Ich hoffe ich konnte dir ein bischen weiter helfen.


----------



## Generic1 (28. Okt 2010)

Gibts irgendwo ein kleines Beispiel?
Ich weiß da nicht genau, wie ich da anfangen soll,
Ich schreib ja zuerst den Code und mach dann die WSDL.


----------



## gman (28. Okt 2010)

Hm, ich kenne jetzt grad auch kein Tutorial. Such doch mal nach "wsdl code first" oder sowas.


----------



## Generic1 (28. Okt 2010)

Also ganz versteh ichs immer noch nicht,
Wenn ich das in Code first mach, dann muss ich zuerst den code schreiben, dann die XSD's und dann die WSDL z.B.: von Eclipse erstellen lassen? Oder iwe macht man das?
lg


----------



## mvitz (28. Okt 2010)

Mit welchem WebService Provider arbeitest du? JAX-WS, Axis, Axis2, ...


----------



## Generic1 (29. Okt 2010)

Ich muss leider mit Axis arbeiten (Axis 2 funktioniert anscheinend nicht mit dem JBoss 4.2.3).


----------



## Niki (29. Okt 2010)

schau dir das spring-ws tutorial an, da wird soweit ich weiß ein contract first ws erstellt. generell wird dieser ansatz bevorzugt und auch empfohlen


----------



## Generic1 (29. Okt 2010)

Was ich noch immer nicht versteh is, schreibt man bei Contract First neben der WSDL die XSD auch selber. Das ist ja dann eine ziemliche Arbeit, oder?
Einfacher geht sicher mit Code- first, das sind 3 Klicks in Eclipse.
lg


----------



## mvitz (29. Okt 2010)

Eigentlich schreibt man bei Contract-First nur die WSDL selber (die enthält dann aber auch ne XSD).

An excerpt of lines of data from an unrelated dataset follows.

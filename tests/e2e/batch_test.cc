// End-to-end: a 240-sample study in the sample_table batch form, run through
// the CLI with 1 and 2 threads.
#include <gtest/gtest.h>
#include <sys/wait.h>
#include <unistd.h>

#include <cmath>
#include <cstdlib>
#include <filesystem>
#include <fstream>
#include <random>
#include <sstream>
#include <string>

#include <nlohmann/json.hpp>

namespace porofit {
namespace {
namespace fs = std::filesystem;

std::string Slurp(const fs::path& p) {
  std::ifstream in(p, std::ios::binary);
  std::ostringstream s;
  s << in.rdbuf();
  return s.str();
}

std::string Quote(const std::string& s) {
  std::string q = "'";
  for (char c : s) q += c == '\'' ? std::string("'\\''") : std::string(1, c);
  return q + "'";
}

// Invented synthetic batch: K = K_inf - (K_inf - K_0) exp(-P / P_c) GPa with
// seeded Gaussian noise, 10-15 points per sample, every 50th sample with two
// points only (so its 3-parameter fits fail and the failure is streamed too).
void WriteBatch(const fs::path& dir, int n) {
  std::mt19937_64 rng(20261202);
  std::uniform_real_distribution<double> u(0.0, 1.0);
  std::normal_distribution<double> noise(0.0, 0.15);
  std::ofstream t(dir / "samples.csv"), d(dir / "points.csv");
  t << "id,lithology,porosity,bulk_density [g/cc],branch,well\n";
  d << "sample,P [MPa],K [GPa]\n";
  for (int i = 0; i < n; ++i) {
    const std::string id = "SYN-" + std::to_string(i + 1);
    t << id << ",synthetic sandstone," << 0.1 + 0.1 * u(rng) << ",2.3," << (i % 3 ? "loading" : "unloading")
      << ",W-" << i % 4 << "\n";
    const double kinf = 15 + 10 * u(rng), k0 = 3 + 4 * u(rng), pc = 4 + 8 * u(rng);
    const int points = i % 50 == 7 ? 2 : 10 + i % 6;
    for (int k = 0; k < points; ++k) {
      const double p = 2 + 58.0 * k / std::max(points - 1, 1);
      d << id << "," << p << "," << kinf - (kinf - k0) * std::exp(-p / pc) + noise(rng) << "\n";
    }
  }
  std::ofstream(dir / "study.yaml") << "name: synthetic batch (invented)\n"
                                       "description: seeded synthetic data for the thread test\n"
                                       "defaults:\n  models: [exp-modulus, linear]\n  fit: {multistart: 2}\n"
                                       "sample_table:\n  file: samples.csv\n  data: points.csv\n";
}

int RunCli(const std::string& args, const fs::path& dir) {
  const std::string cmd = "POROFIT_FIXED_TIMESTAMP=2026-02-03T04:05:06Z " + Quote(POROFIT_EXE) + " " + args + " >" +
                          Quote((dir / "stdout.txt").string()) + " 2>" + Quote((dir / "stderr.txt").string());
  const int status = std::system(cmd.c_str());
  return WIFEXITED(status) ? WEXITSTATUS(status) : -1;
}

TEST(BatchStudy, OutputIsIdenticalForOneAndTwoThreads) {
  const fs::path dir = fs::temp_directory_path() / ("porofit-e2e-batch-" + std::to_string(::getpid()));
  fs::remove_all(dir);
  fs::create_directories(dir);
  WriteBatch(dir, 240);
  const std::string study = Quote((dir / "study.yaml").string());
  ASSERT_EQ(RunCli("fit " + study + " --out " + Quote((dir / "one").string()) + " --threads 1", dir), 0)
      << Slurp(dir / "stderr.txt");
  const std::string summary_one = Slurp(dir / "stdout.txt");
  ASSERT_EQ(RunCli("fit " + study + " --out " + Quote((dir / "two").string()) + " --threads 2", dir), 0)
      << Slurp(dir / "stderr.txt");
  EXPECT_EQ(Slurp(dir / "stderr.txt"), "");  // not a terminal, short run: no progress lines
  for (const char* f : {"summary.txt", "parameters.csv", "fits.csv", "residuals.csv", "alpha.csv",
                        "grain_modulus.csv", "alpha_vti.csv"})
    EXPECT_EQ(Slurp(dir / "one" / f), Slurp(dir / "two" / f)) << f;
  using nlohmann::json;
  json a = json::parse(Slurp(dir / "one" / "results.json")), b = json::parse(Slurp(dir / "two" / "results.json"));
  ASSERT_EQ(a["samples"].size(), 240u);
  EXPECT_EQ(a["samples"][5]["fields"]["well"], "W-1");  // extra sample_table column
  for (json* j : {&a, &b}) {
    (*j)["provenance"].erase("command_line");
    (*j)["provenance"].erase("threads");
  }
  EXPECT_EQ(a.dump(1), b.dump(1));
  // The terminal summary of a large batch: 100 sample blocks, then counts per model.
  EXPECT_NE(summary_one.find("140 more samples are not shown one by one"), std::string::npos);
  EXPECT_NE(summary_one.find("All 240 samples, per model:"), std::string::npos);
  EXPECT_EQ(summary_one.find("Sample SYN-101 "), std::string::npos);
  EXPECT_NE(Slurp(dir / "one" / "fits.csv").find("\nSYN-240,"), std::string::npos);
  fs::remove_all(dir);
}

}  // namespace
}  // namespace porofit
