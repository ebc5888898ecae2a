// End-to-end test of the branch tests through the porofit command line, on
// tests/data/good/plug-branches.yaml (one plug with a loading and an
// unloading sample, invented data, and a plug with one sample).
#include <gtest/gtest.h>
#include <sys/wait.h>
#include <unistd.h>

#include <cstdlib>
#include <filesystem>
#include <fstream>
#include <sstream>
#include <string>
#include <vector>

#include <nlohmann/json.hpp>

namespace porofit {
namespace {
namespace fs = std::filesystem;

std::string ShellQuote(const std::string& s) {
  std::string q = "'";
  for (char c : s) q += c == '\'' ? std::string("'\\''") : std::string(1, c);
  return q + "'";
}

std::string ReadAll(const fs::path& p) {
  std::ifstream in(p, std::ios::binary);
  std::stringstream s;
  s << in.rdbuf();
  return s.str();
}

std::vector<std::string> DataLines(const std::string& csv) {
  std::vector<std::string> out;
  std::istringstream in(csv);
  for (std::string line; std::getline(in, line);)
    if (!line.empty() && line[0] != '#') out.push_back(line);
  return out;
}

std::vector<std::string> Split(const std::string& row) {  // no quoted commas in the fields read here
  std::vector<std::string> f;
  std::string cur;
  bool quoted = false;
  for (char c : row) {
    if (c == '"') quoted = !quoted;
    else if (c == ',' && !quoted) f.push_back(cur), cur.clear();
    else cur += c;
  }
  f.push_back(cur);
  return f;
}

TEST(BranchCli, LoadingAndUnloadingOfOnePlugAreTestedAndReported) {
  const fs::path dir = fs::temp_directory_path() / ("porofit-e2e-branches-" + std::to_string(::getpid()));
  fs::remove_all(dir);
  fs::create_directories(dir);
  const fs::path out = dir / "out";
  const std::string study = std::string(POROFIT_TEST_DATA_DIR) + "/good/plug-branches.yaml";
  const std::string cmd = std::string("POROFIT_FIXED_TIMESTAMP=2026-02-03T04:05:06Z ") + ShellQuote(POROFIT_EXE) +
                          " fit " + ShellQuote(study) + " --out " + ShellQuote(out.string()) + " >" +
                          ShellQuote((dir / "stdout.txt").string()) + " 2>&1 </dev/null";
  const int status = std::system(cmd.c_str());
  const std::string stdout_text = ReadAll(dir / "stdout.txt");
  ASSERT_TRUE(WIFEXITED(status) && WEXITSTATUS(status) == 0) << stdout_text;

  // branch_tests.csv: one set test per model; exp-modulus separates the branches.
  const std::vector<std::string> tests = DataLines(ReadAll(out / "branch_tests.csv"));
  ASSERT_EQ(tests.size(), 3u) << ReadAll(out / "branch_tests.csv");
  const std::vector<std::string> header = Split(tests[0]);
  auto column = [&](const std::string& name) {
    for (size_t i = 0; i < header.size(); ++i)
      if (header[i] == name) return i;
    ADD_FAILURE() << "no column " << name;
    return size_t{0};
  };
  const std::vector<std::string> m1 = Split(tests[1]);
  EXPECT_EQ(m1[column("plug")], "QV14-2231");
  EXPECT_EQ(m1[column("model")], "exp-modulus");
  EXPECT_EQ(m1[column("members")], "QV-L1;QV-U1");
  EXPECT_EQ(m1[column("N")], "16");
  EXPECT_EQ(m1[column("df1")], "3");
  EXPECT_EQ(m1[column("df2")], "10");
  EXPECT_EQ(m1[column("decision")], "branches differ");
  EXPECT_LT(std::stod(m1[column("p_value")]), 1e-6);
  EXPECT_EQ(Split(tests[2])[column("model")], "linear");

  // hysteresis.csv: 11 grid points per model over 2-50 MPa, unloading stiffer.
  const std::vector<std::string> hyst = DataLines(ReadAll(out / "hysteresis.csv"));
  ASSERT_EQ(hyst.size(), 23u);
  const std::vector<std::string> hh = Split(hyst[0]);
  size_t dk = 0, p = 0, flag = 0;
  for (size_t i = 0; i < hh.size(); ++i) {
    if (hh[i] == "dK_GPa") dk = i;
    if (hh[i] == "P_MPa") p = i;
    if (hh[i] == "flag") flag = i;
  }
  ASSERT_GT(dk, 0u);
  EXPECT_EQ(Split(hyst[1])[p], "2");
  EXPECT_EQ(Split(hyst[11])[p], "50");
  for (size_t i = 1; i <= 11; ++i) {
    const std::vector<std::string> r = Split(hyst[i]);
    EXPECT_EQ(r[2], "exp-modulus");
    EXPECT_GT(std::stod(r[dk]), 0) << hyst[i];
    EXPECT_EQ(r[flag], "") << hyst[i];
  }

  // results.json and the summary carry the same tests; the single-sample plug forms no set.
  const auto j = nlohmann::json::parse(ReadAll(out / "results.json"));
  ASSERT_EQ(j["branches"]["sets"].size(), 1u);
  EXPECT_EQ(j["branches"]["sets"][0]["plug"], "QV14-2231");
  EXPECT_EQ(j["branches"]["sets"][0]["tests"][0]["decision"], "branches differ");
  EXPECT_EQ(j["branches"]["sets"][0]["tests"][0]["joint_fit"]["label"], "pooled, for the test only");
  EXPECT_GT(j["branches"]["sets"][0]["hysteresis"][0]["max_relative_dK"].get<double>(), 0.3);
  const std::string summary = ReadAll(out / "summary.txt");
  EXPECT_NE(summary.find("Plug QV14-2231 (static): QV-L1 loading, cycle 1; QV-U1 unloading, cycle 1"),
            std::string::npos)
      << summary;
  EXPECT_NE(summary.find("exp-modulus [set]: branches differ"), std::string::npos) << summary;
  EXPECT_EQ(summary.find("QV14-0007"), std::string::npos);
  fs::remove_all(dir);
}

}  // namespace
}  // namespace porofit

Da das schreiben von WSDL so kompliziert ist, geht Spring-WS den Weg, direkt eine XSD schreiben zu lassen und aus dieser dann WSDL und Code zu generieren.

Natürlich ist das ein wenig mehr Aufwand als der Code-First Ansatz, dafür hat man mehr Kontrolle über die Schnittstelle. Änderst du etwas an der Java-Klasse, z.B. das ändern einer Methodensignatur, so ändert sich deine WSDL, also auch deine Schnittstelle, was dazu führen kann, dass Clients deiner Schnittstelle nicht mehr funktionieren.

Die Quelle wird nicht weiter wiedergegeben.